Non-native Muslims residing in Europe need to have the same respect for Christianity and European majority rule that European visitors to the Middle East are expected to have towards the people of those countries, their history, culture and traditions.
Just because this woman works at AEI doesn’t mean she’s not right about this.
So the dragon is the United States? I thought some pats of the anology were rather strained.
I believe the point is that whereas Jews have been accused for a long time of having dual loyalty, in fact Muslims definitely have it, without question. If push came to shove, who would they side with? The country they happen to be living in, or the ummah? If you don’t believe Ayaan is correct in her thinking, try putting that question to any followers of Islam you happen to know. See what kind of response you get.
Miss Ali is a radical atheist who, it should be remembered, is a darling of the neocons because she despises Christianity with a white-hot hatred that’s just one shale less than that with which she despises Islam.
She is no friend of Christianity, or conservatism, or traditional values.
Atheists must be laughing their asses off, watching people of tradition and faith fighting each other, and knowing that they will be the ones who benefit.
Someday, American conservatives will understand what a bunch of suckers they are. But by then it will be too late.
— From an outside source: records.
/* Strikes, as JSON and whole. Every function is one read transaction that ends with it. */
#include "log/log_read.h"
#include "log/log_inner.h"
#include "log/log_select.h"
#include "log/pack.h"
#include "log/wave_pack.h"
#include "wane/clock.h"
#include "wane/json.h"

#include <inttypes.h>
#include <stdio.h>
#include <stdlib.h>
#include <string.h>
#include <sys/statvfs.h>

/* Columns of LOG_SELECT_OBJECT. */
enum object_column {
    COLUMN_ID,
    COLUMN_REVISION,
    COLUMN_TIME,
    COLUMN_CLOSED,
    COLUMN_SYNCED,
    COLUMN_SERIES,
    COLUMN_PART,
    COLUMN_SPECIMEN,
    COLUMN_INPUT,
    COLUMN_SOURCE,
    COLUMN_NUMBER,
    COLUMN_NOTE,
    COLUMN_SET_ASIDE,
    COLUMN_ODD,
    COLUMN_HAS_SAMPLES,
    COLUMN_SETTINGS,
    COLUMN_VERSION,
    COLUMN_READING
};

static bool no_strike(int64_t id, struct error *err)
{
    return error_set(err, ERROR_NOT_FOUND, "there is no strike %" PRId64 " in the log", id);
}

static bool check_limit(unsigned limit, struct error *err)
{
    if (limit >= 1 && limit <= LOG_PAGE_MAX)
        return true;
    return error_set(err, ERROR_USAGE, "limit=%u: must be 1 ... %d", limit, LOG_PAGE_MAX);
}

static bool check_text(const struct text *text, struct error *err)
{
    return !text->failed || error_set(err, ERROR_MEMORY, "no memory for the answer");
}

void log_write_time(struct json_writer *json, const char *key, int64_t time_ms)
{
    char time[CLOCK_TEXT_MAX];
    clock_format_utc(time_ms, time, sizeof time);
    json_string(json, key, time);
}

void log_write_text(struct json_writer *json, const char *key, sqlite3_stmt *statement, int column)
{
    bool is_null = sqlite3_column_type(statement, column) == SQLITE_NULL;
    json_string(json, key, is_null ? NULL : sql_text(statement, column));
}

void log_write_integer(struct json_writer *json, const char *key, sqlite3_stmt *statement,
                       int column)
{
    if (sqlite3_column_type(statement, column) == SQLITE_NULL)
        json_null(json, key);
    else
        json_integer(json, key, sqlite3_column_int64(statement, column));
}

/* The members of a stored object, without its braces, as items of the one that is open. */
static void write_members(struct json_writer *json, sqlite3_stmt *statement, int column)
{
    const char *object = sql_text(statement, column);
    int length = sqlite3_column_bytes(statement, column);
    if (length <= 2)
        return;
    text_append_bytes(json->text, ",", 1);
    text_append_bytes(json->text, object + 1, (size_t)length - 2);
}

void log_write_object(struct text *out, sqlite3_stmt *row)
{
    struct json_writer json = {.text = out};
    json_open_object(&json, NULL);
    json_integer(&json, "id", sqlite3_column_int64(row, COLUMN_ID));
    log_write_time(&json, "time", sqlite3_column_int64(row, COLUMN_TIME));
    log_write_time(&json, "closed", sqlite3_column_int64(row, COLUMN_CLOSED));
    json_bool(&json, "clock_synced", sqlite3_column_int(row, COLUMN_SYNCED) != 0);
    log_write_text(&json, "source", row, COLUMN_SOURCE);
    log_write_text(&json, "input", row, COLUMN_INPUT);
    if (sqlite3_column_type(row, COLUMN_NUMBER) != SQLITE_NULL)
        log_write_integer(&json, "strike", row, COLUMN_NUMBER);
    log_write_text(&json, "part", row, COLUMN_PART);
    log_write_text(&json, "specimen", row, COLUMN_SPECIMEN);
    log_write_integer(&json, "series", row, COLUMN_SERIES);
    log_write_text(&json, "note", row, COLUMN_NOTE);
    log_write_text(&json, "set_aside", row, COLUMN_SET_ASIDE);
    json_bool(&json, "odd", sqlite3_column_int(row, COLUMN_ODD) != 0);
    json_integer(&json, "revision", sqlite3_column_int64(row, COLUMN_REVISION));
    json_bool(&json, "samples_kept", sqlite3_column_int(row, COLUMN_HAS_SAMPLES) != 0);
    log_write_text(&json, "settings", row, COLUMN_SETTINGS);
    log_write_text(&json, "version", row, COLUMN_VERSION);
    write_members(&json, row, COLUMN_READING);
    json_close_object(&json);
}

/* ---- counts ---- */

static bool read_counts(sqlite3 *db, struct log_counts *counts, struct error *err)
{
    sqlite3_stmt *statement =
        sql_prepare(db,
                    "SELECT revision, strikes, begun_ms, (SELECT coalesce(max(id), 0) FROM strike),"
                    " (SELECT count(*) FROM spill) FROM state",
                    err);
    if (statement == NULL)
        return false;
    bool is_good = sql_next(statement, err) == SQL_ROW;
    if (is_good) {
        counts->revision = sqlite3_column_int64(statement, 0);
        counts->strikes = sqlite3_column_int64(statement, 1);
        counts->since_ms = sqlite3_column_int64(statement, 2);
        counts->newest_id = sqlite3_column_int64(statement, 3);
        counts->spilled = sqlite3_column_int64(statement, 4);
    }
    sqlite3_finalize(statement);
    int64_t pages = 0;
    int64_t page_size = 0;
    if (!is_good || !sql_integer(db, "PRAGMA page_count", 0, 0, &pages, err) ||
        !sql_integer(db, "PRAGMA page_size", 0, 0, &page_size, err))
        return false;
    counts->bytes = pages * page_size;
    return true;
}

bool log_counts(struct log_reader *reader, struct log_counts *out_counts, struct error *err)
{
    struct log_counts counts = {0};
    if (!sql_begin_read(reader->db, err))
        return false;
    bool is_good = read_counts(reader->db, &counts, err);
    sql_end_read(reader->db);
    if (!is_good)
        return false;
    snprintf(counts.token, sizeof counts.token, "%s", reader->token);
    struct statvfs disk;
    if (statvfs(sqlite3_db_filename(reader->db, "main"), &disk) == 0)
        counts.free_bytes_on_disk = (int64_t)disk.f_bavail * (int64_t)disk.f_frsize;
    *out_counts = counts;
    return true;
}

/* ---- pages ---- */

/* `columns` with the rows of a selection, one more than the limit to know whether there is more. */
static sqlite3_stmt *select_page(sqlite3 *db, const char *columns,
                                 const struct log_selection *selection, unsigned limit,
                                 struct error *err)
{
    struct log_ids ids;
    char sql[2048];
    if (!log_ids_build(db, selection, LOG_NEWEST_FIRST, &ids, err))
        return NULL;
    snprintf(sql, sizeof sql, "%sWHERE s.id IN (%s) ORDER BY s.id DESC", columns, ids.sql);
    sqlite3_stmt *statement = sql_prepare(db, sql, err);
    if (statement != NULL)
        log_ids_bind(statement, &ids, (int64_t)limit + 1);
    return statement;
}

static bool page_limit(const struct log_selection *selection, unsigned *out_limit,
                       struct error *err)
{
    *out_limit = selection->limit == 0 ? LOG_PAGE_DEFAULT : selection->limit;
    return check_limit(*out_limit, err);
}

bool log_read_page(struct log_reader *reader, const struct log_selection *selection,
                   struct text *out_objects, struct log_page *out_page, struct error *err)
{
    unsigned limit = 0;
    struct log_page page = {0};
    if (!page_limit(selection, &limit, err) || !sql_begin_read(reader->db, err))
        return false;
    enum sql_row row = SQL_FAILED;
    sqlite3_stmt *statement = NULL;
    int64_t last_id = 0;
    if (sql_integer(reader->db, "SELECT revision FROM state", 0, 0, &page.revision, err))
        statement = select_page(reader->db, LOG_SELECT_OBJECT, selection, limit, err);
    while (statement != NULL && (row = sql_next(statement, err)) == SQL_ROW) {
        if (page.count == limit) {
            page.next_before = last_id;
            row = SQL_END;
            break;
        }
        if (page.count++ > 0)
            text_append(out_objects, ",\n");
        last_id = sqlite3_column_int64(statement, COLUMN_ID);
        log_write_object(out_objects, statement);
    }
    sqlite3_finalize(statement);
    sql_end_read(reader->db);
    if (row != SQL_END || !check_text(out_objects, err))
        return false;
    *out_page = page;
    return true;
}

bool log_read_after(struct log_reader *reader, int64_t after_id, unsigned limit,
                    struct text *out_lines, int64_t *out_ids, size_t *out_count, struct error *err)
{
    if (!check_limit(limit, err))
        return false;
    sqlite3_stmt *statement =
        sql_prepare(reader->db, LOG_SELECT_OBJECT "WHERE s.id > ?1 ORDER BY s.id LIMIT ?2", err);
    if (statement == NULL)
        return false;
    sqlite3_bind_int64(statement, 1, after_id);
    sqlite3_bind_int64(statement, 2, limit);
    size_t count = 0;
    enum sql_row row = SQL_END;
    while ((row = sql_next(statement, err)) == SQL_ROW) {
        out_ids[count++] = sqlite3_column_int64(statement, COLUMN_ID);
        log_write_object(out_lines, statement);
        text_append(out_lines, "\n");
    }
    sqlite3_finalize(statement);
    if (row == SQL_FAILED || !check_text(out_lines, err))
        return false;
    *out_count = count;
    return true;
}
The craziest part is, “Political allegiance to the constitution of your country is the minimum requirement.”
I think that this has a lot to do with the Nationalism/Patriotism divide that Daniel Larison often writes about. Hirsi Ali takes the “proposition nation” idea to a wild extreme. I think Hankest’s hypothetical is a very astute point. Hirsi Ali talks as if the current secular/liberal values are an eternal part of Europe. Obviously, this isn’t true; the last century was filled with counterexamples. What if the nations of Western Europe enacted crazy new laws or constitutions? According to Hirsi Ali’s logic, anyone who disagreed with these political structures would be totally estranged from the “community” (the fact that she uses the word community to refer to nation-states is pretty weird too). But that’s clearly not the whole story; people aren’t only bound to their communities by political assent, but also by ties of tradition, language, history (i.e., patriotism).